Source records:
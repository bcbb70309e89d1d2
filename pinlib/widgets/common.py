"""What the workbenches share: labels and layouts of controls, HTML tables, the chart view,
the panel base class (batched changes, setters, the error shown)."""

from __future__ import annotations

import contextlib
import html
import itertools
import math
import os
import re
from pathlib import Path

import ipywidgets as W

from pinlib import charts
from pinlib import messages as M
from pinlib.errors import InputError, PinlibError
from pinlib.eseries import values_in_range
from pinlib.quantity import format_si
from pinlib.report import format_value
from pinlib.result import CAUTION, BusResult, Group

_ids = itertools.count(1)
_LABEL = {"description_width": "120px"}
_WIDE = W.Layout(width="340px")
_STATUS_TEXT = {"pass": "PASS", "warn": "WARN", "fail": "FAIL"}
_CELL = "border:1px solid #c8c8c8;padding:1px 6px;vertical-align:top;text-align:left"
_NUM = "border:1px solid #c8c8c8;padding:1px 6px;vertical-align:top;text-align:right;" \
       "white-space:nowrap"
_HEAD = _CELL + ";background:#eef0f2"


# =========================================================================== helpers


def _e(text) -> str:
    return html.escape(str(text), quote=True)


def _badge(status: str) -> str:
    colour = charts.STATUS_COLOURS.get(status, "#999999")
    return (f'<span style="background:{colour};color:#000;font-weight:700;padding:0 4px;'
            f'border-radius:3px">{_STATUS_TEXT.get(status, _e(status))}</span>')


def _note(text: str) -> str:
    return f'<div style="color:#4a4a4a;font-style:italic;padding:4px 0">{_e(text)}</div>'


def _error_html(err: PinlibError) -> str:
    bits = [f"<b>{_e(err.problem)}</b>"]
    if err.field:
        bits.append(f"field <code>{_e(err.field)}</code>")
    if err.value is not None:
        bits.append(f"got <code>{_e(err.value)}</code>")
    if err.expected:
        bits.append(f"expected {_e(err.expected)}")
    if err.hint:
        bits.append(_e(err.hint))
    return (f'<div style="border-left:6px solid {charts.FAIL};padding:2px 8px;'
            f'background:#fff4ec">{"; ".join(bits)}</div>')


def _inline_error(err: PinlibError | None) -> str:
    """The short form shown beside a field: what is wrong and what would do."""
    if err is None:
        return ""
    text = err.problem
    if err.expected:
        text += f"; expected {err.expected}"
    if err.hint:
        text += f" ({err.hint})"
    return f'<span style="color:{charts.FAIL};font-weight:600">{_e(text)}</span>'


def _margin(m) -> str:
    if m is None:
        return ""
    m = float(m)
    return "∞" if not math.isfinite(m) else f"{m * 100:+.0f} %"


def figures_table(figures: dict, caption: str = "Figures") -> str:
    """An HTML table of figures (name, value with its SI prefix)."""
    rows = "".join(f'<tr><td style="{_CELL}"><code>{_e(name)}</code></td>'
                   f'<td style="{_NUM}">{_e(format_value(f.value, f.unit))}</td></tr>'
                   for name, f in figures.items())
    return (f'<table style="border-collapse:collapse;font-size:12px;margin:4px 0">'
            f'<caption style="text-align:left;font-weight:700">{_e(caption)}</caption>'
            f'<tr><th style="{_HEAD}">figure</th><th style="{_HEAD}">value</th></tr>{rows}'
            "</table>")


def checks_table(bus_result: BusResult, caption: str = "Checks") -> str:
    """An HTML table of every check of a bus: status (as a word and a colour), where,
    value, limit, margin and the source of the limit."""
    head = "".join(f'<th style="{_HEAD}">{h}</th>' for h in (
        "status", "check", "where", "subject", "value", "limit", "margin", "source"))
    rows = []
    for seg, sig, c in bus_result.all_checks():
        where = seg or sig or bus_result.id
        value = "" if isinstance(c.value, bool) else format_value(c.value, c.unit)
        limit = "" if isinstance(c.limit, bool) else format_value(c.limit, c.unit)
        rows.append(
            f'<tr title="{_e(c.message)}"><td style="{_CELL}">{_badge(c.status)}</td>'
            f'<td style="{_CELL}"><code>{_e(c.id)}</code></td><td style="{_CELL}">{_e(where)}'
            f'</td><td style="{_CELL}">{_e(c.subject or "")}</td>'
            f'<td style="{_NUM}">{_e(value)}</td><td style="{_NUM}">{_e(limit)}</td>'
            f'<td style="{_NUM}">{_e(_margin(c.margin))}</td>'
            f'<td style="{_CELL};font-size:11px">{_e(c.source)}</td></tr>')
    return (f'<table style="border-collapse:collapse;font-size:12px;margin:4px 0">'
            f'<caption style="text-align:left;font-weight:700">{_e(caption)}</caption>'
            f"<tr>{head}</tr>{''.join(rows)}</table>")


def _notes_html(groups: list[Group]) -> str:
    notes = [n for g in groups for n in g.notes]
    if not notes:
        return ""
    items = "".join(f"<li>{_e(n)}</li>" for n in dict.fromkeys(notes))
    return (f'<details style="font-size:12px"><summary>Notes ({len(notes)})</summary>'
            f"<ul>{items}</ul></details>")


def _status_line(result: BusResult, what: str) -> str:
    counts = {s: 0 for s in _STATUS_TEXT}
    for _, _, c in result.all_checks():
        counts[c.status] += 1
    return (f'<div style="font-size:14px;margin:2px 0">{_e(what)}: {_badge(result.status)} '
            f"{counts['pass']} pass, {counts['warn']} warn, {counts['fail']} fail</div>")


def _caution_html() -> str:
    return (f'<div style="border-left:6px solid {charts.WARN};background:#fff7e0;'
            f'padding:2px 8px;font-size:11px">{_e(CAUTION)}</div>')


_SVG_ID = re.compile(r'\bid="([^"]+)"')


def _inline_svg(svg: str, key: str) -> str:
    """SVG text ready to sit inline among others: no XML prologue, every id prefixed with
    ``key`` so that two charts' clip paths cannot collide."""
    svg = re.sub(r"^\s*<\?xml[^>]*\?>\s*", "", svg)
    for old in sorted(set(_SVG_ID.findall(svg)), key=len, reverse=True):
        new = f"{key}-{old}"
        svg = (svg.replace(f'id="{old}"', f'id="{new}"').replace(f"url(#{old})", f"url(#{new})")
               .replace(f'href="#{old}"', f'href="#{new}"'))
    return svg


def _num(x: float) -> str:
    """A number for a design file: six significant digits, no exponent for usual sizes."""
    return f"{float(x):.6g}"


def _closest_option(options, value: float, field: str, what: str) -> float:
    vals = [v for _, v in options]
    for v in vals:
        if math.isclose(v, float(value), rel_tol=1e-9):
            return v
    raise InputError(M.NOT_A_LISTED_VALUE.format(what=what), field=field, value=value,
                     expected=f"one of {format_si(vals[0], 'Ω')} … {format_si(vals[-1], 'Ω')} "
                              f"in E24")


def _e24_options(lo: float, hi: float) -> list[tuple[str, float]]:
    return [(format_si(float(v), "Ω"), float(v)) for v in values_in_range("E24", lo, hi)]


def _set_options(dropdown, options, keep) -> None:
    """Give a dropdown new options, keeping its value when it is still offered."""
    values = [o[1] if isinstance(o, tuple) else o for o in options]
    dropdown.options = options
    if keep in values:
        dropdown.value = keep
    elif values:
        dropdown.value = values[0]


def find_file(path: str | os.PathLike) -> Path:
    """A file by a path that may be relative to the working folder or to a folder above it.

    A notebook runs in its own folder (``workbooks/``), while a path is often written from
    the repository's root (``workbooks/designs/demo-board.toml``): the working folder is
    tried first, then each folder above it.

    Raises
    ------
    InputError
        When no such file exists.
    """
    p = Path(path)
    if p.is_absolute() or p.exists():
        if not p.exists():
            raise InputError(M.FILE_NOT_FOUND, file=str(p))
        return p
    for base in Path.cwd().resolve().parents:
        if (base / p).exists():
            return base / p
    raise InputError(M.FILE_NOT_FOUND, file=str(p),
                     hint="looked in the working folder and each folder above it")


class StaticView:
    """Charts and tables as plain HTML (inline SVG, no script), for exported pages.

    Display it (the last expression of a cell) and the notebook stores it as
    ``text/html``, which nbconvert writes into the page as it is.
    """

    def __init__(self, body: str):
        self.html = body

    def _repr_html_(self) -> str:
        return self.html


class ChartView:
    """One chart, drawn as inline SVG in an ``ipywidgets.HTML``.

    Attributes
    ----------
    widget : ipywidgets.HTML
        What to display.
    chart : altair chart, dict or None
        The chart last drawn (a dict when it was built by :func:`pinlib.charts.spec`).
    spec : dict or None
        Its Vega-Lite specification.
    svg : str or None
        Its SVG, as placed in the widget.
    renders : int
        How many times the SVG was rendered (an unchanged spec is not).
    """

    def __init__(self, placeholder: str = "no chart yet"):
        self.key = f"pinlib-chart-{next(_ids)}"
        self.widget = W.HTML(value=_note(placeholder))
        self.chart = None
        self.spec: dict | None = None
        self.svg: str | None = None
        self.message: str | None = placeholder
        self.renders = 0

    def draw(self, make) -> bool:
        """Build a chart with ``make()`` and draw it in place.

        False when the chart is the one already shown, or when the chart refuses its
        input (a PinlibError; the view then says why instead).
        """
        # altair checks every object it builds against the Vega-Lite schema ("debug
        # mode"); for a waveform of a few thousand points that is most of a redraw.
        # pinlib.charts' own tests validate the specifications it builds.
        from altair.utils import schemapi

        try:
            with schemapi.debug_mode(False):
                chart = make()
        except PinlibError as err:
            self.clear(f"no chart: {err.problem}")
            return False
        return self.show(chart)

    def show(self, chart) -> bool:
        """Draw ``chart`` (an altair chart or its spec as a dict) in place; False when it
        is the chart already shown."""
        spec = chart if isinstance(chart, dict) else chart.to_dict(validate=False)
        if spec == self.spec:
            return False
        svg = _inline_svg(charts.to_svg(spec), self.key)
        self.chart, self.spec, self.svg, self.message = chart, spec, svg, None
        self.widget.value = f'<div class="pinlib-chart">{svg}</div>'
        self.renders += 1
        return True

    def clear(self, text: str) -> None:
        """Replace the chart with a note saying why there is none."""
        self.chart = self.spec = self.svg = None
        self.message = text
        self.widget.value = _note(text)

    def data(self) -> list[list[dict]]:
        """The data values of each layer of the chart shown (empty when none)."""
        if self.spec is None:
            return []
        layers = self.spec.get("layer", [self.spec])
        return [list((layer.get("data") or {}).get("values", [])) for layer in layers]

    def html(self) -> str:
        return f'<figure style="margin:6px 0">{self.svg}</figure>' if self.svg else \
            _note(self.message or "no chart")


def _field_row(control, error: W.HTML) -> W.HBox:
    return W.HBox([control, error], layout=W.Layout(align_items="center"))


class _Panel:
    """What every workbench class shares: batching of changes, the error shown, setters."""

    def __init__(self):
        self._quiet = 0
        self.error: PinlibError | None = None
        self.updates = 0
        self._setters: dict = {}
        self.status_html = W.HTML()

    @contextlib.contextmanager
    def _hold(self):
        """Change several controls without recomputing after each one."""
        self._quiet += 1
        try:
            yield
        finally:
            self._quiet -= 1

    def _changed(self, change=None) -> None:
        if not self._quiet:
            self.update()

    def _watch(self, *controls) -> None:
        for c in controls:
            c.observe(self._changed, names="value")

    def update(self) -> None:  # pragma: no cover - every class has its own
        raise NotImplementedError

    def set(self, **values):
        """Set several controls at once (SI units), then recompute once.

        The names a class accepts are listed in its docstring; an unknown name is an
        InputError naming the accepted ones.
        """
        unknown = sorted(set(values) - set(self._setters))
        if unknown:
            raise InputError(M.UNKNOWN_SETTING, field=unknown[0], value=values[unknown[0]],
                             expected="one of " + ", ".join(sorted(self._setters)))
        with self._hold():
            for name, value in values.items():
                self._setters[name](value)
        self.update()
        return self

    def _number(self, name: str, control, scale: float = 1.0) -> None:
        """A setter for a number control that shows ``scale`` × the SI value."""

        def setter(value, control=control):
            shown = float(value) * scale
            lo, hi = getattr(control, "min", -math.inf), getattr(control, "max", math.inf)
            if not (math.isfinite(shown) and lo <= shown <= hi):
                raise InputError(M.OUTSIDE_CONTROL_RANGE, field=name, value=value,
                                 expected=f"between {lo / scale:g} and {hi / scale:g} (SI)")
            control.value = shown

        self._setters[name] = setter

    def _choice(self, name: str, control) -> None:
        def setter(value, control=control):
            values = [o[1] if isinstance(o, tuple) else o for o in control.options]
            if value not in values:
                raise InputError(M.NOT_ALLOWED_VALUE, field=name, value=value,
                                 expected=", ".join(map(str, values)) or "none offered")
            control.value = value

        self._setters[name] = setter

    def _failed(self, err: PinlibError, views=()) -> None:
        self.error = err
        self.status_html.value = _error_html(err)
        for v in views:
            v.clear(f"no chart: {err.problem}")

    def _header(self, text: str) -> W.HTML:
        return W.HTML(f'<h3 style="margin:2px 0">{_e(text)}</h3>{_caution_html()}')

● WHAT THE TASK ASKS: Look for the string "layer" in the records, and copy every line where it is found.

● EXERCISE RESPONSE:
        """The data values of each layer of the chart shown (empty when none)."""
        layers = self.spec.get("layer", [self.spec])
        return [list((layer.get("data") or {}).get("values", [])) for layer in layers]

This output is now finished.